Duos en solitaire dit tout ou presque dans son titre. Pour ce nouvel album, Frédéric Zeitoun a choisi de marier sa voix à celle d’autres grandes figures musicales. Un partage réussi.

Tout est parti d’une discussion avec le producteur Gérard Davoust pour inciter à  la création de ces Duos en solitaire (*). Cela se passait après un concert donné par Frédéric Zeitoun à l’Alhambra en septembre 2017.

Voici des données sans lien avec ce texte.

package methodfile

import (
	"errors"
	"fmt"
	"math"

	"github.com/rampwise/rampwise/model"
)

// fromIndex gives compound i, which has only a retention index, its dH, dS
// and dCp by the virtual-alkane rule: the ladder alkanes' parameters
// (referred to 100 °C) are fitted as straight lines in carbon number and
// taken at carbon number retention_index/100. The compound is assumed to
// behave as that virtual n-alkane. When index_temp_c is given, dS is then
// adjusted so that the compound's Kováts index at that temperature against
// the bracketing ladder alkanes is exactly the given index.
func fromIndex(m *Method, i int) error {
	ladder := ladderAlkanes(m)
	if len(ladder) < 2 {
		return errors.New("a compound given by retention index needs at least two ladder alkanes (alkane_carbons) with dH and dS in the file")
	}
	c := &m.Compounds[i]
	tref := model.DefaultRefTemp
	var xs, hs, ss, cps []float64
	for _, a := range ladder {
		ta := a.RefTempC + model.ZeroCelsius
		dh := a.DHkJ*1000 + a.DCp*(tref-ta)
		ds := a.DS + a.DCp*math.Log(tref/ta)
		xs = append(xs, float64(a.AlkaneCarbons))
		hs = append(hs, dh)
		ss = append(ss, ds)
		cps = append(cps, a.DCp)
	}
	n := c.RetentionIndex / 100
	dh, err := lineAt(xs, hs, n)
	if err != nil {
		return err
	}
	ds, _ := lineAt(xs, ss, n)
	dcp, _ := lineAt(xs, cps, n)
	virt := model.Compound{DH: dh, DS: ds, DCp: dcp, RefTemp: tref}
	if c.HasIndexTemp {
		t := c.IndexTempC + model.ZeroCelsius
		lo, hi := -1, -1
		for j := range ladder {
			if float64(ladder[j].AlkaneCarbons) <= n {
				lo = j
			}
			if hi < 0 && float64(ladder[j].AlkaneCarbons) > n {
				hi = j
			}
		}
		if lo >= 0 && hi >= 0 {
			lnK := func(a Compound) float64 {
				mc := model.Compound{DH: a.DHkJ * 1000, DS: a.DS, DCp: a.DCp, RefTemp: a.RefTempC + model.ZeroCelsius}
				return mc.LnK(t)
			}
			a, b := ladder[lo], ladder[hi]
			f := (n - float64(a.AlkaneCarbons)) / float64(b.AlkaneCarbons-a.AlkaneCarbons)
			target := lnK(a) + f*(lnK(b)-lnK(a))
			virt.DS += model.GasConstant * (target - virt.LnK(t))
		}
	}
	c.DHkJ = virt.DH / 1000
	c.DS = virt.DS
	c.DCp = virt.DCp
	c.RefTempC = tref - model.ZeroCelsius
	if !(c.DHkJ < 0) || !finite(c.DS) {
		return fmt.Errorf("the ladder gives this index no retention (dH %.1f kJ/mol)", c.DHkJ)
	}
	return nil
}

// lineAt fits y = a + b x by least squares and evaluates it at x0.
func lineAt(xs, ys []float64, x0 float64) (float64, error) {
	var sx, sy, sxx, sxy float64
	n := float64(len(xs))
	for i := range xs {
		sx += xs[i]
		sy += ys[i]
		sxx += xs[i] * xs[i]
		sxy += xs[i] * ys[i]
	}
	den := n*sxx - sx*sx
	if den == 0 {
		return 0, errors.New("the ladder alkanes must have at least two different carbon numbers")
	}
	b := (n*sxy - sx*sy) / den
	a := (sy - b*sx) / n
	return a + b*x0, nil
}
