// Advice lists the search bounds and rules of thumb the method's current
// program breaks (limits.oven_min_c, limits.max_hold_min, the detector
// margin). The optimizer never proposes such a program; one set by hand is
// simulated as it is, with these notes.
func (m *Method) Advice() []Note {
	var out []Note
	o := &m.Oven
	if o.InitialC < m.Limits.OvenMinC {
		out = append(out, Note{"oven.initial_c", fmt.Sprintf("%s °C is below the lowest start the optimizer uses, %s °C (limits.oven_min_c): the oven may take long to cool to it", fmtNum(o.InitialC), fmtNum(m.Limits.OvenMinC))})
	}
	hold := func(key string, h float64) {
		if h > m.Limits.MaxHoldMin {
			out = append(out, Note{key, fmt.Sprintf("the hold of %s min is longer than the optimizer's longest, %s min (limits.max_hold_min)", fmtNum(h), fmtNum(m.Limits.MaxHoldMin))})
		}
	}
	hold("oven.initial_hold_min", o.InitialHoldMin)
	for i, r := range o.Ramps {
		hold(fmt.Sprintf("oven.ramp[%d].hold_min", i+1), r.HoldMin)
	}
	step := func(key string, x, st float64, stepKey, unit string) {
		if st > 0 && math.Abs(x/st-math.Round(x/st)) > 1e-6 {
			out = append(out, Note{key, fmt.Sprintf("%s %s is not on the oven's %s %s step (limits.%s): the oven takes %s %s", fmtNum(x), unit, fmtNum(st), unit, stepKey, format.OnStep(x, st), unit)})
		}
	}
	l := &m.Limits
	step("oven.initial_c", o.InitialC, l.TempStepC, "temp_step_c", "°C")
	step("oven.initial_hold_min", o.InitialHoldMin, l.HoldStepMin, "hold_step_min", "min")
	for i, r := range o.Ramps {
		base := fmt.Sprintf("oven.ramp[%d]", i+1)
		step(base+".rate_c_min", r.RateCMin, l.RateStepCMin, "rate_step_c_min", "°C/min")
		step(base+".final_c", r.FinalC, l.TempStepC, "temp_step_c", "°C")
		step(base+".hold_min", r.HoldMin, l.HoldStepMin, "hold_step_min", "min")
	}
	if m.Injection.HasDetector {
		top := m.ModelProgram().MaxTemp() - model.ZeroCelsius
		if m.Injection.DetectorTempC < top+DetectorMargin {
			out = append(out, Note{"injection.detector_temp_c", fmt.Sprintf("the detector at %s °C is not at least %s °C above the highest oven temperature %.1f °C: the effluent may condense in it",
				fmtNum(m.Injection.DetectorTempC), fmtNum(DetectorMargin), top)})
		}
	}
	return out
}

// DetectorMargin is how far (°C) the detector should be above the highest
// oven temperature so that the effluent does not condense (common practice).
const DetectorMargin = 20.0
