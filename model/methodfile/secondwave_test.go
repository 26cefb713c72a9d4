package methodfile

import (
	"errors"
	"os"
	"reflect"
	"strings"
	"testing"

	"github.com/rampwise/rampwise/model"
)

// secondWave adds every second-wave key of FORMAT.md to the demo.
func secondWave(t *testing.T) string {
	t.Helper()
	base, err := os.ReadFile(demoPath)
	if err != nil {
		t.Fatal(err)
	}
	s := withoutSecondWave(string(base))
	rep := func(from, to string) {
		t.Helper()
		if !strings.Contains(s, from) {
			t.Fatalf("demo lacks %q", from)
		}
		s = strings.Replace(s, from, to, 1)
	}
	rep("[column]\n", "[column]\nmax_isothermal_c = 300.0\n")
	rep("[limits]\n", "[limits]\nmin_inlet_kpa = 5.0\nmin_flow_ml_min = 0.4\nmax_flow_ml_min = 3.5\ntemp_step_c = 1.0\nrate_step_c_min = 0.5\nhold_step_min = 0.1\nflow_step_ml_min = 0.1\npressure_step_kpa = 1.0\n")
	rep("[goal]\n", "[goal]\nmin_first_k = 1.0\nbakeout_c = 310.0\nbakeout_min = 2.0\n")
	rep("[[compound]]\n", "[[compound]]\ndH_se_kJ_mol = 0.12\ndS_se_J_mol_K = 0.3\ndH_dS_corr = -0.9995\n")
	s += "\n[[limits.rate_band]]\nabove_c = 175.0\nmax_rate_c_min = 45.0\n\n[[limits.rate_band]]\nabove_c = 250.0\nmax_rate_c_min = 30.0\n"
	s += "\n[goal.robust]\noven_offset_c = 1.0\nflow_pct = 2.0\nefficiency_pct = 10.0\nretention_sigma = 2.0\nprior_dH_kJ_mol = 3.0\n"
	return s
}

// withoutSecondWave drops the second-wave keys the demo itself carries
// ([goal.robust] and the compounds' standard errors), so they can be added
// here without defining a key twice.
func withoutSecondWave(s string) string {
	var out []string
	skip := false
	for _, line := range strings.Split(s, "\n") {
		switch {
		case strings.HasPrefix(line, "[goal.robust]"):
			skip = true
			continue
		case strings.HasPrefix(line, "["):
			skip = false
		case strings.HasPrefix(line, "dH_se_kJ_mol") || strings.HasPrefix(line, "dS_se_J_mol_K") || strings.HasPrefix(line, "dH_dS_corr"):
			continue
		}
		if !skip {
			out = append(out, line)
		}
	}
	return strings.Join(out, "\n")
}

func TestSecondWaveKeysRoundTrip(t *testing.T) {
	text := secondWave(t)
	m, err := Parse("m.toml", []byte(text))
	if err != nil {
		t.Fatal(err)
	}
	if m.Column.MaxIsothermalC != 300 || !m.Column.HasMaxIsothermal || m.Column.Kind != model.WallCoated {
		t.Errorf("column: %+v", m.Column)
	}
	l := m.Limits
	if l.MinInletKPa != 5 || l.MinFlowMLMin != 0.4 || l.MaxFlowMLMin != 3.5 || l.TempStepC != 1 || l.RateStepCMin != 0.5 ||
		l.HoldStepMin != 0.1 || l.FlowStepMLMin != 0.1 || l.PressureStepKPa != 1 {
		t.Errorf("limits: %+v", l)
	}
	if want := []RateBand{{175, 45}, {250, 30}}; !reflect.DeepEqual(l.RateBands, want) {
		t.Errorf("rate bands %+v, want %+v", l.RateBands, want)
	}
	g := m.Goal
	if g.MinFirstK != 1 || !g.HasBakeout || g.BakeoutC != 310 || g.BakeoutMin != 2 {
		t.Errorf("goal: %+v", g)
	}
	want := Robust{OvenOffsetC: 1, FlowPct: 2, EfficiencyPct: 10, RetentionSigma: 2, PriorDHkJ: 3, PriorDS: DefaultPriorDS, RetentionTimeSDMin: DefaultRetentionTimeSDMin}
	if g.Robust != want {
		t.Errorf("robust %+v, want %+v", g.Robust, want)
	}
	c := m.Compounds[0]
	if !c.HasSE || c.DHSE != 0.12 || c.DSSE != 0.3 || c.DHDSCorr != -0.9995 {
		t.Errorf("compound SE: %+v", c)
	}
	data, err := Marshal(m)
	if err != nil {
		t.Fatal(err)
	}
	m2, err := Parse("again", data)
	if err != nil {
		t.Fatalf("re-read: %v\n%s", err, data)
	}
	if !m.Equal(m2) {
		t.Errorf("round trip differs:\n%+v\n%+v", m, m2)
	}
}

func TestSecondWaveDefaults(t *testing.T) {
	m := readDemo(t)
	l := m.Limits
	if l.TempStepC != 0.1 || l.RateStepCMin != 0.1 || l.HoldStepMin != 0.01 || l.FlowStepMLMin != 0.01 || l.PressureStepKPa != 0.1 || l.MinInletKPa != 0 {
		t.Errorf("limits defaults: %+v", l)
	}
	if m.Goal.MinFirstK != 0.5 || m.Goal.Robust.PriorDHkJ != 2 || m.Goal.Robust.PriorDS != 4 || m.Goal.Robust.RetentionTimeSDMin != 0.002 {
		t.Errorf("goal defaults: %+v", m.Goal)
	}
}

func TestSecondWaveErrors(t *testing.T) {
	base := secondWave(t)
	cases := []struct{ name, from, to, want string }{
		{"isothermal above max", "max_isothermal_c = 300.0", "max_isothermal_c = 400.0", "column.max_isothermal_c"},
		{"bands out of order", "above_c = 250.0", "above_c = 150.0", "limits.rate_band[2].above_c"},
		{"band rate zero", "max_rate_c_min = 45.0", "max_rate_c_min = 0.0", "limits.rate_band[1].max_rate_c_min"},
		{"flow range", "min_flow_ml_min = 0.4", "min_flow_ml_min = 4.0", "limits.min_flow_ml_min"},
		{"min inlet", "min_inlet_kpa = 5.0", "min_inlet_kpa = 1000.0", "limits.min_inlet_kpa"},
		{"step zero", "temp_step_c = 1.0", "temp_step_c = 0.0", "limits.temp_step_c"},
		{"corr", "dH_dS_corr = -0.9995", "dH_dS_corr = -1.5", "compound[1].dH_dS_corr"},
		{"se without pair", "dS_se_J_mol_K = 0.3\n", "", "compound[1].dS_se_J_mol_K"},
		{"bakeout above max", "bakeout_c = 310.0", "bakeout_c = 400.0", "goal.bakeout_c"},
		{"robust negative", "flow_pct = 2.0", "flow_pct = -2.0", "goal.robust.flow_pct"},
		{"kind", "[column]\n", "[column]\nkind = \"capillary\"\n", "column.kind"},
	}
	for _, c := range cases {
		t.Run(c.name, func(t *testing.T) {
			text := strings.Replace(base, c.from, c.to, 1)
			if text == base {
				t.Fatal("fixture did not change")
			}
			_, err := Parse("m.toml", []byte(text))
			var fe *Error
			if !errors.As(err, &fe) || fe.Line == 0 {
				t.Fatalf("error %v: want a located file error", err)
			}
			if !strings.Contains(err.Error(), c.want) {
				t.Errorf("error %q lacks %q", err, c.want)
			}
		})
	}
}
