package methodfile

import (
	"math"
	"os"
	"strings"
	"testing"
)

// A compound with only a formula gets the homologous-rule estimate of the
// n-alkane of its molar mass; n-decane (C10H22, M 142.29) must come out as
// carbon number 10: ΔH = −(9 + 49) = −58 kJ/mol, ΔS = −(44 + 60) = −104.
// The rule is the demo's rule of thumb for a nonpolar phase (invented, not
// a published table); the carbon number is exact arithmetic on the formula.
func TestFormulaOnlyCompound(t *testing.T) {
	base, err := os.ReadFile(demoPath)
	if err != nil {
		t.Fatal(err)
	}
	s := string(base) + "\n[[compound]]\nname = \"decane guess\"\nformula = \"C10H22\"\n"
	m, err := Parse("f.toml", []byte(s))
	if err != nil {
		t.Fatal(err)
	}
	c := m.Compounds[len(m.Compounds)-1]
	if !c.FromFormula || c.FromIndex {
		t.Fatalf("FromFormula %v FromIndex %v", c.FromFormula, c.FromIndex)
	}
	if math.Abs(FormulaCarbons(142.286)-10) > 1e-3 {
		t.Errorf("carbons %.4f, want 10", FormulaCarbons(142.286))
	}
	if math.Abs(c.DHkJ+58) > 0.01 || math.Abs(c.DS+104) > 0.02 {
		t.Errorf("estimate %.3f kJ/mol %.3f J/(mol·K), want −58, −104", c.DHkJ, c.DS)
	}
	if _, err := m.System(); err != nil {
		t.Fatalf("the estimate does not simulate: %v", err)
	}
	// a save keeps the compound as the user wrote it: no invented dH/dS
	out, err := Marshal(m)
	if err != nil {
		t.Fatal(err)
	}
	i := strings.Index(string(out), "decane guess")
	if i < 0 {
		t.Fatalf("compound lost:\n%s", out)
	}
	if strings.Contains(string(out[i:]), "dH_kJ_mol") {
		t.Errorf("saved an estimated dH:\n%s", out[i:])
	}
	// dS alone (no dH) stays an error, as before
	if _, err := Parse("g.toml", []byte(string(base)+"\n[[compound]]\nname = \"x\"\nformula = \"C10H22\"\ndS_J_mol_K = -100\n")); err == nil || !strings.Contains(err.Error(), "dH_kJ_mol") {
		t.Errorf("dS without dH: %v", err)
	}
}
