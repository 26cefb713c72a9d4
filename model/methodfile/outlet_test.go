package methodfile

import (
	"bytes"
	"errors"
	"fmt"
	"os"
	"strings"
	"testing"

	"github.com/rampwise/rampwise/model"
)

// Every outlet word of the file reads as its model.Outlet and is written back
// as the same word, in a method file and in a saved edit; the run's override
// in a runs file reads the same way.
func TestOutletRoundTrip(t *testing.T) {
	text := mustRead(t, demoPath)
	const atm = `outlet = "atmospheric"`
	if !strings.Contains(text, atm) {
		t.Fatal("the demo has no atmospheric outlet line")
	}
	runs, err := os.ReadFile("../../testdata/scouting.toml")
	if err != nil {
		t.Fatal(err)
	}
	demo := readDemo(t)
	words := map[model.Outlet]string{model.AtmosphericOutlet: "atmospheric", model.VacuumOutlet: "vacuum"}
	if len(model.Outlets) != len(words) {
		t.Fatalf("model.Outlets = %v, want %d outlets", model.Outlets, len(words))
	}
	for _, o := range model.Outlets {
		word := words[o]
		if o.String() != word {
			t.Errorf("%d: String %q, want %q", int(o), o.String(), word)
		}
		line := fmt.Sprintf("outlet = %q", word)
		edited := strings.Replace(text, atm, line, 1)
		m, err := Parse("m.toml", []byte(edited))
		if err != nil {
			t.Fatalf("%s: %v", word, err)
		}
		if m.Carrier.Outlet != o {
			t.Errorf("%s: read as %v", word, m.Carrier.Outlet)
		}
		car, err := m.ModelCarrier()
		if err != nil || car.Vacuum != (word == "vacuum") {
			t.Errorf("%s: model carrier vacuum %v (%v)", word, car.Vacuum, err)
		}
		data, err := Marshal(m)
		if err != nil {
			t.Fatal(err)
		}
		// Marshal writes literal strings (gas = 'helium')
		if marshalled := "outlet = '" + word + "'\n"; !bytes.Contains(data, []byte(marshalled)) {
			t.Errorf("%s: Marshal does not write %s:\n%s", word, marshalled, data)
		}
		back, err := Parse("m.toml", data)
		if err != nil || back.Carrier.Outlet != o {
			t.Errorf("%s: Marshal → Parse gives %v (%v)", word, back.Carrier.Outlet, err)
		}
		// an edit of the outlet alone changes that one line of the file,
		// in the file's own quotes
		d := demo.Clone()
		d.Carrier.Outlet = o
		saved, inPlace, err := Update(demoPath, []byte(text), d)
		if err != nil || !inPlace {
			t.Fatalf("%s: Update in place %v: %v", word, inPlace, err)
		}
		if want := strings.Replace(text, atm, `outlet = "`+word+`"`, 1); word != "atmospheric" && string(saved) != want {
			t.Errorf("%s: the saved file is not the demo with its outlet line changed:\n%s", word, saved)
		} else if word == "atmospheric" && string(saved) != text {
			t.Errorf("%s: saving the demo unchanged changed it:\n%s", word, saved)
		}
		// the run's override
		r := strings.Replace(string(runs), "[run.oven]", "[run.carrier]\n"+line+"\n[run.oven]", 1)
		rs, err := ParseRuns("r.toml", []byte(r), demo)
		if err != nil {
			t.Fatalf("%s: runs: %v", word, err)
		}
		if got := demo.RunMethod(&rs.Runs[0]).Carrier.Outlet; got != o {
			t.Errorf("%s: run 1's outlet %v", word, got)
		}
		if got := demo.RunMethod(&rs.Runs[1]).Carrier.Outlet; got != demo.Carrier.Outlet {
			t.Errorf("%s: run 2 (no override) has outlet %v", word, got)
		}
	}
}

// A word that is not an outlet is refused with the message the plain-string
// outlet gave (recorded from the code before model.Outlet), its text quoted
// inert as every text from a file is; an outlet set in code to no outlet is
// refused by Validate at the same key.
func TestOutletBadWord(t *testing.T) {
	text := mustRead(t, demoPath)
	runs, err := os.ReadFile("../../testdata/scouting.toml")
	if err != nil {
		t.Fatal(err)
	}
	demo := readDemo(t)
	cases := []struct{ word, quoted string }{
		{"space", `"space"`},
		{"Vacuum", `"Vacuum"`},
		{" vacuum", `" vacuum"`},
		{"", `""`},
		{"vacuüm", `"vacuüm"`},
		{`a\b`, `"a\b"`},
		{"\x1b[31mvac\u202e", `"\x1b[31mvac\u202e"`},
		{`say "x"`, `"say "x""`},
	}
	for _, c := range cases {
		lit := fmt.Sprintf("%q", c.word)
		edited := strings.Replace(text, `outlet = "atmospheric"`, "outlet = "+lit, 1)
		_, err := Parse("m.toml", []byte(edited))
		want := "m.toml:17: carrier.outlet: " + c.quoted + " is not one of atmospheric, vacuum"
		if err == nil || err.Error() != want {
			t.Errorf("%q: %v\nwant %s", c.word, err, want)
		}
		r := strings.Replace(string(runs), "[run.oven]", "[run.carrier]\noutlet = "+lit+"\n[run.oven]", 1)
		_, err = ParseRuns("r.toml", []byte(r), demo)
		want = "r.toml:7: run[1].carrier.outlet: " + c.quoted + " is not one of atmospheric, vacuum"
		if err == nil || err.Error() != want {
			t.Errorf("runs %q: %v\nwant %s", c.word, err, want)
		}
	}
	m := demo.Clone()
	m.Carrier.Outlet = model.Outlet(7)
	verr := m.Validate()
	var ve *Error
	if !errors.As(verr, &ve) || ve.Key != "carrier.outlet" || ve.Line != 17 || ve.Msg != `"Outlet(7)" is not one of atmospheric, vacuum` {
		t.Errorf("Validate: %v", verr)
	}
	if kerr := m.ValidateKey("carrier.outlet"); kerr == nil || kerr.Error() != verr.Error() {
		t.Errorf("ValidateKey = %v, Validate = %v", kerr, verr)
	}
}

Le chanteur évoque les propos alors tenus par Gérard Davoust autour d’un traditionnel dîner : « Voilà cinq mois que tu joues, et la plupart des amis artistes dont tu as croisé un jour la route sont venus chanter en duo avec toi. Michel Fugain, Enrico Macias, Yves Duteil, Marie-Paule Belle, Sanseverion… autant d’instants sur scène, vraiment magiques. Pourquoi ne pas faire un album en duos? » Il ne restait plus qu’à passer à l’acte…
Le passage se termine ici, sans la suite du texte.